(Saved data entries)
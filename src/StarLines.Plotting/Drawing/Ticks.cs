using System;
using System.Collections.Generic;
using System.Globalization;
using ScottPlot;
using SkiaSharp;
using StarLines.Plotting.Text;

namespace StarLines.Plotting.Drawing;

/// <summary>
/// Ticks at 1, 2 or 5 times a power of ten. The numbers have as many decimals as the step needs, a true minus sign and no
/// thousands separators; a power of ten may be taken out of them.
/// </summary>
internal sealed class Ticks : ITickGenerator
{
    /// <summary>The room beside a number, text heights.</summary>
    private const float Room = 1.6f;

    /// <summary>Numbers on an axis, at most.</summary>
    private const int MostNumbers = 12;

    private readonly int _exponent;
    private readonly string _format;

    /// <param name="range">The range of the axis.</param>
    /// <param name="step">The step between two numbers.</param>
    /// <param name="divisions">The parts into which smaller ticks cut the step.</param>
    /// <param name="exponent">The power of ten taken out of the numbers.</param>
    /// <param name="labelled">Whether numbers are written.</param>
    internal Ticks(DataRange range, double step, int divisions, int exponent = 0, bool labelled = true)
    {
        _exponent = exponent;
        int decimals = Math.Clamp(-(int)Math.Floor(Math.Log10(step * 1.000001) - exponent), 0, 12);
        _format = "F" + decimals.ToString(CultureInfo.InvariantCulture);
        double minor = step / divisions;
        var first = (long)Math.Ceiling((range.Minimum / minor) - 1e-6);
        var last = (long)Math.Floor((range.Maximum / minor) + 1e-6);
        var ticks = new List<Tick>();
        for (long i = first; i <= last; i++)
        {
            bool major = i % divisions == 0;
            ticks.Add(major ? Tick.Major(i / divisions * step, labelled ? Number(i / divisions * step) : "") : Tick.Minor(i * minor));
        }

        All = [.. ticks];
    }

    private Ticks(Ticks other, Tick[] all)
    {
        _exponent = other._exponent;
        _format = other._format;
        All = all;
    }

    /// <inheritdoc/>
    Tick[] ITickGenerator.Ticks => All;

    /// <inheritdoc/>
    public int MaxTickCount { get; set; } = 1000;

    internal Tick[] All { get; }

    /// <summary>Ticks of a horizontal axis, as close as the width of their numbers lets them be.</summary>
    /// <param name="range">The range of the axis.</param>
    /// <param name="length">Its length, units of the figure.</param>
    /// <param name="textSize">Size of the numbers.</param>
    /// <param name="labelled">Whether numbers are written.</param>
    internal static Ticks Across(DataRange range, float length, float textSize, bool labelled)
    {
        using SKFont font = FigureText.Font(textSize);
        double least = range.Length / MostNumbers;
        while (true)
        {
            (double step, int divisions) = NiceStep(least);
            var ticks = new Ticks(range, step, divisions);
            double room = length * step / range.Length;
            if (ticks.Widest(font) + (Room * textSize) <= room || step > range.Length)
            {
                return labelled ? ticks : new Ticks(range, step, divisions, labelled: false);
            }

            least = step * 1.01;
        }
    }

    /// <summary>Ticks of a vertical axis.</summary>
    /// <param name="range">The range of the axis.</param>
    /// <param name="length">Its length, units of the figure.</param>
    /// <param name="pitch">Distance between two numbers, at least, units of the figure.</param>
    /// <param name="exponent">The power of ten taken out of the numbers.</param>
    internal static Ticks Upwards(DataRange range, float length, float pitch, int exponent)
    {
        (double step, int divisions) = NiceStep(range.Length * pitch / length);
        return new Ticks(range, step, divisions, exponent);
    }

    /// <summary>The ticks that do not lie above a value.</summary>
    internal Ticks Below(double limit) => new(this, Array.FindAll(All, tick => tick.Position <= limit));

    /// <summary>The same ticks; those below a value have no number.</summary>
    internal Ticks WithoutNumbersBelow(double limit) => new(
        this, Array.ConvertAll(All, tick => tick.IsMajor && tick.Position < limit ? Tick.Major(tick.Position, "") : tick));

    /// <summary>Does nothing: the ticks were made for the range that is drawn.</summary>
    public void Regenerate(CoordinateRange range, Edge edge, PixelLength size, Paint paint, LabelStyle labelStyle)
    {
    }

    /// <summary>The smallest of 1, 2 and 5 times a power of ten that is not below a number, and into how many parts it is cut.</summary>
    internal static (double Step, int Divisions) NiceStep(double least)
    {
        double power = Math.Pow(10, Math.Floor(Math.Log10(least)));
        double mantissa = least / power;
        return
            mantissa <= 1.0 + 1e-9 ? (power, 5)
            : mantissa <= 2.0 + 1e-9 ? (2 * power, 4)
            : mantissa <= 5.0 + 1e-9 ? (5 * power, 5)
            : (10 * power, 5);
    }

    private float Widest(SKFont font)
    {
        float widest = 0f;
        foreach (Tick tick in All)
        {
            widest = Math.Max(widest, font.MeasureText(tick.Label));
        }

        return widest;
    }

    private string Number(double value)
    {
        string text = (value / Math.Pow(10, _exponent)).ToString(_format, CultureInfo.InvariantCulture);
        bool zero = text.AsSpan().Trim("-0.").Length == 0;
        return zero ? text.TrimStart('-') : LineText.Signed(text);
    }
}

---

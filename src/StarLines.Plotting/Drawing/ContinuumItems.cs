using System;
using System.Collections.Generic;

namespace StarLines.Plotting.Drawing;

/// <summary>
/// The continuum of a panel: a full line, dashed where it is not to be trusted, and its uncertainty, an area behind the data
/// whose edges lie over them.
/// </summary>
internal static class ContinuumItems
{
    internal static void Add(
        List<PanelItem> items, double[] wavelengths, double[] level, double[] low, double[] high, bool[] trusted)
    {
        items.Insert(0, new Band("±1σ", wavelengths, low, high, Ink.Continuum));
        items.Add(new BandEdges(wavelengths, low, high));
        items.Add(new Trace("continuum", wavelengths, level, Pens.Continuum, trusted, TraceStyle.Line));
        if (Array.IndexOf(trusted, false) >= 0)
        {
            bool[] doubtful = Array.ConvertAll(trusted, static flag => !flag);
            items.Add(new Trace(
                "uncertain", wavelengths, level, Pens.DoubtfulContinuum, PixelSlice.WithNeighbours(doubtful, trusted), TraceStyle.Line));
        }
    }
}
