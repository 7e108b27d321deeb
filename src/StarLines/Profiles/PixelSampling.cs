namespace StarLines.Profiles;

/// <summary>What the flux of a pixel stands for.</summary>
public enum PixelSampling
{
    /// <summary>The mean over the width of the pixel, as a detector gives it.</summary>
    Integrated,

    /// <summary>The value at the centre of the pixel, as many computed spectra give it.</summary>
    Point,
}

--- Task ---
Copy the lines above exactly. Start with the line containing "filename src/StarLines.Plotting/Drawing/ContinuumItems.cs", end with the line containing "repository 7e108b27d321deeb", and include both.

--- Solution to the problem ---
filename src/StarLines.Plotting/Drawing/ContinuumItems.cs
using System;
using System.Collections.Generic;

namespace StarLines.Plotting.Drawing;

/// <summary>
/// The continuum of a panel: a full line, dashed where it is not to be trusted, and its uncertainty, an area behind the data
/// whose edges lie over them.
/// </summary>
internal static class ContinuumItems
{
    internal static void Add(
        List<PanelItem> items, double[] wavelengths, double[] level, double[] low, double[] high, bool[] trusted)
    {
        items.Insert(0, new Band("±1σ", wavelengths, low, high, Ink.Continuum));
        items.Add(new BandEdges(wavelengths, low, high));
        items.Add(new Trace("continuum", wavelengths, level, Pens.Continuum, trusted, TraceStyle.Line));
        if (Array.IndexOf(trusted, false) >= 0)
        {
            bool[] doubtful = Array.ConvertAll(trusted, static flag => !flag);
            items.Add(new Trace(
                "uncertain", wavelengths, level, Pens.DoubtfulContinuum, PixelSlice.WithNeighbours(doubtful, trusted), TraceStyle.Line));
        }
    }
}
repository 7e108b27d321deeb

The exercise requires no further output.